▶ [GOAL OF THE EXERCISE]: Please repeat the listing exactly, starting at its first line and stopping after the line that contains "import static loopwright.characterise.Records.voltage;".
□ □ □ □
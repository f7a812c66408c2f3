package loopwright.characterise;

import static loopwright.characterise.Records.beta;
import static loopwright.characterise.Records.capacitance;
import static loopwright.characterise.Records.datasheet;
import static loopwright.characterise.Records.none;
import static loopwright.characterise.Records.of;
import static loopwright.characterise.Records.transistor;
import static loopwright.characterise.Records.voltage;
import static org.assertj.core.api.Assertions.assertThat;
import static org.assertj.core.api.Assertions.within;

import java.util.List;
import java.util.Optional;
import loopwright.part.TransistorDatasheet;
import loopwright.part.TransistorParameters;
import loopwright.quantity.Quantity;
import loopwright.quantity.Unit;
import org.junit.jupiter.api.Test;

/**
 * Each rule against its closed form where one exists: the ideal transistor of Ebers and Moll
 * (Proceedings of the IRE 42, 1954, 1761–1772) with the base charge of Gummel and Poon (Bell System
 * Technical Journal 49, 1970, 827–852). The shunts of 1e-13 S weigh some 1e-7 of the base current
 * at 1 mA and 4e-6 of it at 10 µA.
 */
class TransistorFitTest {
  /** kT/q at 25 °C with the constants of the SI of 2019, V. */
  private static final double THERMAL_VOLTAGE = 25.692579121e-3;

  private static final TransistorDatasheet PLAIN =
      datasheet(List.of(beta(1e-3, 200)), voltage(1e-3, 0.65));

  private static FittedTransistor fit(TransistorDatasheet sheet) {
    return TransistorFit.fit(transistor(sheet), Optional.empty());
  }

  @Test
  void oneVoltageAndOneBetaGiveTheIdealTransistor() {
    FittedTransistor fitted = fit(PLAIN);

    double expected = 1e-3 / Math.expm1(0.65 / THERMAL_VOLTAGE);
    assertThat(fitted.parameters().saturationCurrent())
        .isCloseTo(expected, within(1e-8 * expected));
    assertThat(fitted.parameters().forwardBeta()).isCloseTo(200, within(2e-5));
    assertThat(fitted.parameters().kneeCurrent()).isInfinite();
    assertThat(fitted.parameters().recombinationCurrent()).isZero();
    assertThat(fitted.notes()).isEmpty();
  }

  @Test
  void whatNothingSaysIsLeftAtItsDefault() {
    TransistorParameters fitted = fit(PLAIN).parameters();

    assertThat(
            fitted
                .withSaturationCurrent(TransistorParameters.DEFAULTS.saturationCurrent())
                .withForwardBeta(TransistorParameters.DEFAULTS.forwardBeta()))
        .isEqualTo(TransistorParameters.DEFAULTS);
  }

  @Test
  void aBetaThatIsLowerAtTheLowerCurrentTellsTheRecombination() {
    TransistorParameters fitted =
        fit(datasheet(List.of(beta(1e-5, 100), beta(1e-3, 200)), voltage(1e-3, 0.65))).parameters();

    // 1/β = 1/β_F + I_rec/√(I_S I_C) at ideality 2 (Sah, Noyce and Shockley 1957): the second term
    // is ten times larger at a hundredth of the current, so 1/100 − 1/200 is nine of its tenths.
    double share = (1 / 100.0 - 1 / 200.0) / 9;
    double recombination = share * Math.sqrt(fitted.saturationCurrent() * 1e-3);
    assertThat(1 / fitted.forwardBeta()).isCloseTo(1 / 200.0 - share, within(3e-8));
    // The exponential less one is 3e-5 below the exponential at 10 µA.
    assertThat(fitted.recombinationCurrent())
        .isCloseTo(recombination, within(5e-5 * recombination));
    assertThat(fitted.kneeCurrent()).isInfinite();
  }

  @Test
  void aBetaThatIsLowerAtTheHigherCurrentTellsTheKnee() {
    TransistorParameters fitted =
        fit(datasheet(List.of(beta(0.1, 250), beta(0.3, 160)), voltage(1e-3, 0.65))).parameters();

    // Without Early effect q_b = 1 + I_C/I_K exactly, so β = β_F/(1 + I_C/I_K).
    double knee = (0.3 * 160 - 0.1 * 250) / (250 - 160);
    assertThat(fitted.kneeCurrent()).isCloseTo(knee, within(1e-6 * knee));
    assertThat(fitted.forwardBeta()).isCloseTo(250 * (1 + 0.1 / knee), within(1e-4));
    assertThat(fitted.recombinationCurrent()).isZero();
  }

  @Test
  void betasAtFiveCurrentsGiveBackTheParametersThatTheyCameFrom() {
    TransistorParameters known =
        TransistorParameters.DEFAULTS
            .withSaturationCurrent(5e-15)
            .withForwardBeta(320)
            .withKneeCurrent(0.08)
            .withRecombinationCurrent(2e-12);
    TransistorFigures figures = new TransistorFigures(known);
    FittedTransistor fitted =
        fit(
            datasheet(
                List.of(1e-5, 1e-4, 1e-3, 1e-2, 1e-1).stream()
                    .map(current -> beta(current, figures.beta(current, 5)))
                    .toList(),
                voltage(1e-3, figures.baseEmitterVoltage(1e-3, 5))));

    TransistorParameters found = fitted.parameters();
    assertThat(found.saturationCurrent()).isCloseTo(5e-15, within(5e-22));
    assertThat(found.forwardBeta()).isCloseTo(320, within(1e-4));
    assertThat(found.kneeCurrent()).isCloseTo(0.08, within(1e-7));
    assertThat(found.recombinationCurrent()).isCloseTo(2e-12, within(1e-18));
    assertThat(fitted.comparison()).allMatch(figure -> figure.use() == FigureUse.SOLVED);
  }

  @Test
  void betasThatNoParametersGiveAreFittedByLeastSquares() {
    FittedTransistor fitted =
        fit(
            datasheet(
                List.of(beta(1e-4, 100), beta(1e-3, 180), beta(2e-3, 120), beta(1e-2, 200)),
                voltage(1e-3, 0.65)));

    List<FigureComparison> betas =
        fitted.comparison().stream().filter(figure -> figure.figure().equals("beta")).toList();
    assertThat(betas).hasSize(4).allMatch(figure -> figure.use() == FigureUse.LEAST_SQUARES);
    // β_F may still move freely, so at the least sum of squares the logarithms balance.
    double balance =
        betas.stream()
            .mapToDouble(
                figure ->
                    Math.log(figure.returned() / figure.printed())
                        * sensitivity(fitted.parameters(), figure))
            .sum();
    assertThat(balance).isCloseTo(0, within(1e-7));
  }

  /** ∂ ln β/∂ ln β_F at the current of the figure. */
  private static double sensitivity(TransistorParameters at, FigureComparison figure) {
    double current =
        Quantity.parse(
                figure.bias().substring("at ".length(), figure.bias().indexOf(',')), Unit.AMPERE)
            .value();
    double above =
        new TransistorFigures(at.withForwardBeta(at.forwardBeta() * 1.0001)).beta(current, 5);
    double below =
        new TransistorFigures(at.withForwardBeta(at.forwardBeta() / 1.0001)).beta(current, 5);
    return Math.log(above / below) / (2 * Math.log(1.0001));
  }

  /**
   * At 10 mA and 300 MHz 1/(2π f_T) is 530.51648 ps and C_π + C_µ 206.48627 pF: Gray, Hurst, Lewis
   * and Meyer, chapter 1 (from memory).
   */
  @Test
  void theTransitionFrequencyGivesTheTransitTime() {
    TransistorDatasheet sheet = Records.withTransitionFrequency(PLAIN, 10e-3, Double.NaN, 300e6);

    TransistorParameters bare = fit(sheet).parameters();
    assertThat(bare.transitTime()).isCloseTo(530.51648e-12, within(0.5e-17));
    assertThat(bare.transitTime() * 10e-3 / THERMAL_VOLTAGE)
        .isCloseTo(206.48627e-12, within(0.5e-17));

    TransistorParameters loaded =
        fit(Records.withCapacitances(
                sheet, capacitance(5, 2.5e-12, Double.NaN), capacitance(0.5, 8e-12, Double.NaN)))
            .parameters();
    double zeroBias = 8e-12 * Math.cbrt(1 + 0.5 / 0.7);
    double atBase = THERMAL_VOLTAGE * Math.log(10e-3 / loaded.saturationCurrent());
    // The tangent at 0.42 V: factor (1 − 0.6)^(−1/3), slope a third of it over 0.28 V.
    double factor = 1 / Math.cbrt(0.4);
    double baseEmitter = zeroBias * factor * (1 + (atBase - 0.42) / (3 * 0.28));
    double baseCollector = 2.5e-12 * Math.cbrt(1 + 5 / 0.7) / Math.cbrt(1 + (5 - atBase) / 0.7);
    double expected = 530.51648e-12 - (baseEmitter + baseCollector) * THERMAL_VOLTAGE / 10e-3;
    assertThat(loaded.transitTime()).isCloseTo(expected, within(1e-17));
    assertThat(loaded.baseEmitterCapacitance()).isCloseTo(zeroBias, within(1e-23));
  }

  @Test
  void theTransitTimeIsNeverNegative() {
    FittedTransistor fitted =
        fit(
            Records.withCapacitances(
                Records.withTransitionFrequency(PLAIN, 1e-3, Double.NaN, 300e6),
                capacitance(5, 4e-12, Double.NaN),
                capacitance(0.5, 20e-12, Double.NaN)));

    assertThat(fitted.parameters().transitTime()).isZero();
    assertThat(fitted.notes())
        .singleElement()
        .asString()
        .startsWith(
            "The transition frequency at 1 mA, V_CE = 5 V, 300 MHz, is more than the junction"
                + " capacitances allow: the transit time is set to zero, which gives ");
    assertThat(comparison(fitted, "transition frequency").use()).isEqualTo(FigureUse.COMPARED);
    assertThat(comparison(fitted, "transition frequency").returned()).isLessThan(300e6);
  }

  /** V_A = I_C/h_oe − V_CE is 15 V here; in the equations V_BE comes on top. */
  @Test
  void theOutputConductanceGivesTheEarlyVoltage() {
    FittedTransistor fitted = fit(Records.withOutputConductance(PLAIN, 1e-3, 20e-6, 60e-6));

    FigureComparison conductance =
        comparison(fitted, "output conductance (mean of minimum and maximum)");
    assertThat(conductance.printed()).isCloseTo(40e-6, within(1e-18));
    assertThat(conductance.returned()).isCloseTo(40e-6, within(4e-14));
    double voltage = new TransistorFigures(fitted.parameters()).baseEmitterVoltage(1e-3, 10);
    assertThat(fitted.parameters().earlyVoltage() - voltage).isCloseTo(15, within(1e-4));
  }

  @Test
  void aPrintedEarlyVoltageWinsOverTheOutputConductance() {
    FittedTransistor fitted =
        fit(Records.withEarlyVoltage(Records.withOutputConductance(PLAIN, 1e-3, 1e-6, 40e-6), 90));

    assertThat(fitted.parameters().earlyVoltage()).isEqualTo(90);
    assertThat(comparison(fitted, "output conductance (mean of minimum and maximum)").use())
        .isEqualTo(FigureUse.COMPARED);
  }

  @Test
  void everythingTogetherComesBackWithResistancesAndInSaturation() {
    TransistorDatasheet sheet =
        Records.withOutputConductance(
            Records.withTransitionFrequency(
                Records.withCapacitances(
                    datasheet(
                        List.of(beta(1e-4, 120), beta(1e-2, 180), beta(0.2, 90)),
                        new TransistorDatasheet.BaseEmitterVoltage(
                            Quantity.of(0.15), none(), of(0.95), none(), true)),
                    capacitance(10, 5e-12, Double.NaN),
                    capacitance(0.5, 18e-12, Double.NaN)),
                20e-3,
                Double.NaN,
                250e6),
            1e-3,
            5e-6,
            35e-6);
    FittedTransistor fitted =
        TransistorFit.fit(
            transistor(
                Optional.of(Records.resistances(8, 0.3, 0.5, 5)),
                Optional.of(sheet),
                Optional.empty()),
            Optional.empty());

    assertThat(fitted.parameters().reverseBeta()).isEqualTo(5);
    assertThat(fitted.comparison()).hasSize(8);
    for (FigureComparison figure : fitted.comparison()) {
      assertThat(figure.use()).as(figure.figure()).isEqualTo(FigureUse.SOLVED);
      assertThat(figure.returned())
          .as(figure.figure())
          .isCloseTo(figure.printed(), within(1e-9 * figure.printed()));
    }
  }

  private static FigureComparison comparison(FittedTransistor fitted, String figure) {
    return fitted.comparison().stream()
        .filter(one -> one.figure().equals(figure))
        .findFirst()
        .orElseThrow();
  }
}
□ □ □ □
▶ [OUTPUT OF THE EXERCISE]:
repository f7a812c66408c2f3
package loopwright.characterise;

import static loopwright.characterise.Records.beta;
import static loopwright.characterise.Records.capacitance;
import static loopwright.characterise.Records.datasheet;
import static loopwright.characterise.Records.none;
import static loopwright.characterise.Records.of;
import static loopwright.characterise.Records.transistor;
import static loopwright.characterise.Records.voltage;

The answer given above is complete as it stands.